# [WHAT THE TASK REQUIRES]
Search the listing below for the string "InputError" and copy every line where it occurs.

# [DATA TO USE]
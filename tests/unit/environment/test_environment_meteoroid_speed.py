"""Unit tests of pockmark.environment.meteoroid_speed: the NASA analytic speed distribution."""

import itertools

import numpy as np
import pytest
from scipy import integrate

from pockmark.environment.meteoroid_speed import (
    RAW_NORMALISATION_NASA,
    SPEED_PIECES_NASA,
    speed_bins_nasa,
    speed_density_nasa,
)
from pockmark.errors import InputError

BREAKS = [11.1, 16.3, 55.0, 72.2]


def _quad(f):
    return sum(
        integrate.quad(f, a, b, epsabs=0, epsrel=1e-12)[0] for a, b in itertools.pairwise(BREAKS)
    )


def test_raw_normalisation():
    # ∫ n dv = 1.0037 as recalled, pieces 0.5824 + 0.4184 + 0.0029 (environment.md §2.5a, [B]
    # computed from the recalled equation — regression value).
    assert RAW_NORMALISATION_NASA == pytest.approx(1.0037, abs=5e-5)
    pieces = [c * (b ** (e + 1) - a ** (e + 1)) / (e + 1) for a, b, c, e in SPEED_PIECES_NASA]
    np.testing.assert_allclose(pieces, [0.5824, 0.4184, 0.0029], atol=5e-5)


def test_recalled_pieces_are_continuous():
    # 3.328e5 · 16.3^-5.34 = 0.11197 and 3.328e5 · 55^-5.34 = 1.693e-4 (§2.5a [B]): the pieces
    # meet to about 4 digits, which supports the recollection.
    eps = 1e-9
    for v in (16.3, 55.0):
        left, right = speed_density_nasa([v - eps, v + eps])
        assert left == pytest.approx(right, rel=2e-3)


def test_density_normalised_and_zero_outside():
    assert _quad(speed_density_nasa) == pytest.approx(1.0, rel=1e-10)
    np.testing.assert_array_equal(speed_density_nasa([0.0, 11.0, 72.3, 100.0]), 0.0)
    assert speed_density_nasa(72.2) > 0
    assert np.isnan(speed_density_nasa(np.nan))


def test_mean_speed():
    # ⟨v⟩ = 16.86 km/s for the renormalised distribution (§2.5a [B], regression value).
    mean = _quad(lambda v: v * speed_density_nasa(v))
    assert mean == pytest.approx(16.86, abs=5e-3)


@pytest.mark.parametrize("width", [0.25, 1.0, 2.0, 7.0, 100.0])
def test_bins(width):
    speeds, p = speed_bins_nasa(width)
    assert p.sum() == pytest.approx(1.0, abs=1e-12)
    assert np.all(p > 0) and np.all(np.diff(speeds) > 0)
    assert speeds[0] >= 11.1 and speeds[-1] <= 72.2
    assert len(speeds) == int(np.ceil(61.1 / width - 1e-9))
    # Each bin sits at its own mean, so the binned mean equals the analytic mean of the
    # renormalised n(v) (the issue asks for 0.5 %; it holds to round-off).
    analytic = _quad(lambda v: v * speed_density_nasa(v))
    assert speeds @ p == pytest.approx(analytic, rel=1e-10)


def test_bin_speeds_inside_bins():
    speeds, _ = speed_bins_nasa(1.0)
    lower = 11.1 + np.arange(len(speeds))
    assert np.all(speeds > lower) and np.all(speeds < np.minimum(lower + 1.0, 72.2))


@pytest.mark.parametrize("bad", [0.0, -1.0, np.nan, np.inf])
def test_bins_reject_bad_width(bad):
    with pytest.raises(InputError, match="speed_bin_width"):
        speed_bins_nasa(bad)


# ---------------------------------------------------------------- "ecss_2008" convention


def _ecss(altitude):
    from pockmark.environment.meteoroid_speed import speed_bins_ecss_2008

    return speed_bins_ecss_2008(altitude)


@pytest.mark.parametrize("altitude", [100.5, 400.0, 1000.0, 35786.0])
def test_ecss_bins_normalised_and_inside_the_mapped_range(altitude):
    from pockmark.environment.orbit import escape_speed

    speeds, probabilities, factor = _ecss(altitude)
    assert probabilities.sum() == pytest.approx(1.0, abs=1e-14)
    assert np.all(probabilities > 0)
    delta = escape_speed(100.0) ** 2 - escape_speed(altitude) ** 2
    # v_h = sqrt(v² − Δ) maps 11.1–72.2 km/s at 100 km (our derivation, see the docstring)
    assert speeds.min() > np.sqrt(11.1**2 - delta) and speeds.max() < np.sqrt(72.2**2 - delta)
    assert np.all(np.diff(speeds) > 0)
    assert factor > 1.0


def test_ecss_bins_mean_matches_continuous_mean():
    """The binned mean equals the continuous focused mean (issue: mean speed within 0.5 %)."""
    from pockmark.environment.orbit import escape_speed

    for altitude in (400.0, 2000.0):
        speeds, probabilities, _ = _ecss(altitude)
        delta = escape_speed(100.0) ** 2 - escape_speed(altitude) ** 2

        def weight(v, delta=delta):
            return speed_density_nasa(v) * (1 - delta / v**2)

        mass = _quad(weight)
        mean = _quad(lambda v, delta=delta, weight=weight: weight(v) * np.sqrt(v**2 - delta)) / mass
        assert speeds @ probabilities == pytest.approx(mean, rel=1e-9)


def test_ecss_bins_at_100_km_recover_the_nasa_distribution():
    speeds, probabilities, _ = _ecss(100.0 + 1e-9)
    nasa_speeds, nasa_probabilities = speed_bins_nasa(1.0)
    np.testing.assert_allclose(probabilities, nasa_probabilities, rtol=1e-7)
    np.testing.assert_allclose(speeds, nasa_speeds, rtol=1e-8)


@pytest.mark.parametrize("kwargs, match", [(dict(altitude=100.0), "greater than 100"),
                                           (dict(altitude=400.0, speed_bin_width=0.0),
                                            "speed_bin_width")])
def test_ecss_bins_errors(kwargs, match):
    from pockmark.environment.meteoroid_speed import speed_bins_ecss_2008

    with pytest.raises(InputError, match=match):
        speed_bins_ecss_2008(**kwargs)
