"""Unit tests of pockmark.environment.directions: the Fibonacci direction lattice."""

import numpy as np
import pytest

from pockmark.environment.directions import fibonacci_directions
from pockmark.errors import InputError


@pytest.mark.parametrize("n", [1, 2, 7, 600, 2001])
def test_unit_vectors_and_shape(n):
    u = fibonacci_directions(n)
    assert u.shape == (n, 3)
    np.testing.assert_allclose(np.linalg.norm(u, axis=1), 1.0, atol=1e-14)


def test_deterministic():
    np.testing.assert_array_equal(fibonacci_directions(600), fibonacci_directions(600))


def test_equal_area_bands_along_zenith():
    # z is the midpoint of n equal bands of [-1, 1]: each point represents 4π/n sr.
    n = 600
    z = np.sort(fibonacci_directions(n)[:, 2])
    np.testing.assert_allclose(np.diff(z), 2.0 / n, atol=1e-12)


@pytest.mark.parametrize("n", [600, 2000])
def test_cap_fractions_exact_to_one_point(n):
    # A cap of half-angle η about -z holds (1 - cos η)/2 of the sphere (Archimedes).
    u = fibonacci_directions(n)
    for eta in np.radians([10.0, 45.0, 72.89, 120.0]):
        fraction = np.mean(u[:, 2] < -np.cos(eta))
        assert abs(fraction - (1 - np.cos(eta)) / 2) <= 1.0 / n


def test_isotropic_quadrature():
    # Mean of u, and of max(0, n·u) (= 1/4 for any unit n, Cauchy), over the lattice.
    u = fibonacci_directions(2000)
    np.testing.assert_allclose(u.mean(axis=0), 0.0, atol=2e-3)
    rng = np.random.default_rng(20240601)
    normals = rng.normal(size=(50, 3))
    normals /= np.linalg.norm(normals, axis=1, keepdims=True)
    averages = np.maximum(0.0, u @ normals.T).mean(axis=0)
    np.testing.assert_allclose(averages, 0.25, atol=2e-3)


@pytest.mark.parametrize("bad", [0, -3, 2.5, "600", None])
def test_rejects_bad_count(bad):
    with pytest.raises(InputError, match="positive integer"):
        fibonacci_directions(bad)


# ---------------------------------------------------------------- the lattice cut at a cap


@pytest.mark.parametrize("n", [7, 600, 2000])
@pytest.mark.parametrize("eta", [8.84, 61.40, 72.89, 90.0])
def test_cap_cut_exactly(n, eta):
    """The kept solid angle is exactly the cap's, (1 + cos η)/2 of the sphere (ECSS-E-ST-10-04C
    Annex C.1.3.1, environment.md §2.3), and every kept direction lies above the cut."""
    from pockmark.environment.directions import fibonacci_directions_above

    z_min = -np.cos(np.radians(eta))
    units, fractions = fibonacci_directions_above(n, z_min)
    assert fractions.sum() == pytest.approx((1 + np.cos(np.radians(eta))) / 2, rel=1e-13)
    assert np.all(units[:, 2] > z_min)
    np.testing.assert_allclose(np.linalg.norm(units, axis=1), 1.0, atol=1e-14)
    assert np.all(fractions <= 1.0 / n + 1e-16)


def test_cap_cut_whole_sphere_and_errors():
    from pockmark.environment.directions import fibonacci_directions_above

    units, fractions = fibonacci_directions_above(600, -1.0)
    np.testing.assert_array_equal(units, fibonacci_directions(600))
    np.testing.assert_allclose(fractions, 1 / 600, rtol=1e-15)
    with pytest.raises(InputError, match="z_min"):
        fibonacci_directions_above(600, 1.5)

# [EXERCISE OUTPUT]
from pockmark.errors import InputError
    with pytest.raises(InputError, match="speed_bin_width"):
    with pytest.raises(InputError, match=match):
from pockmark.errors import InputError
    with pytest.raises(InputError, match="positive integer"):
    with pytest.raises(InputError, match="z_min"):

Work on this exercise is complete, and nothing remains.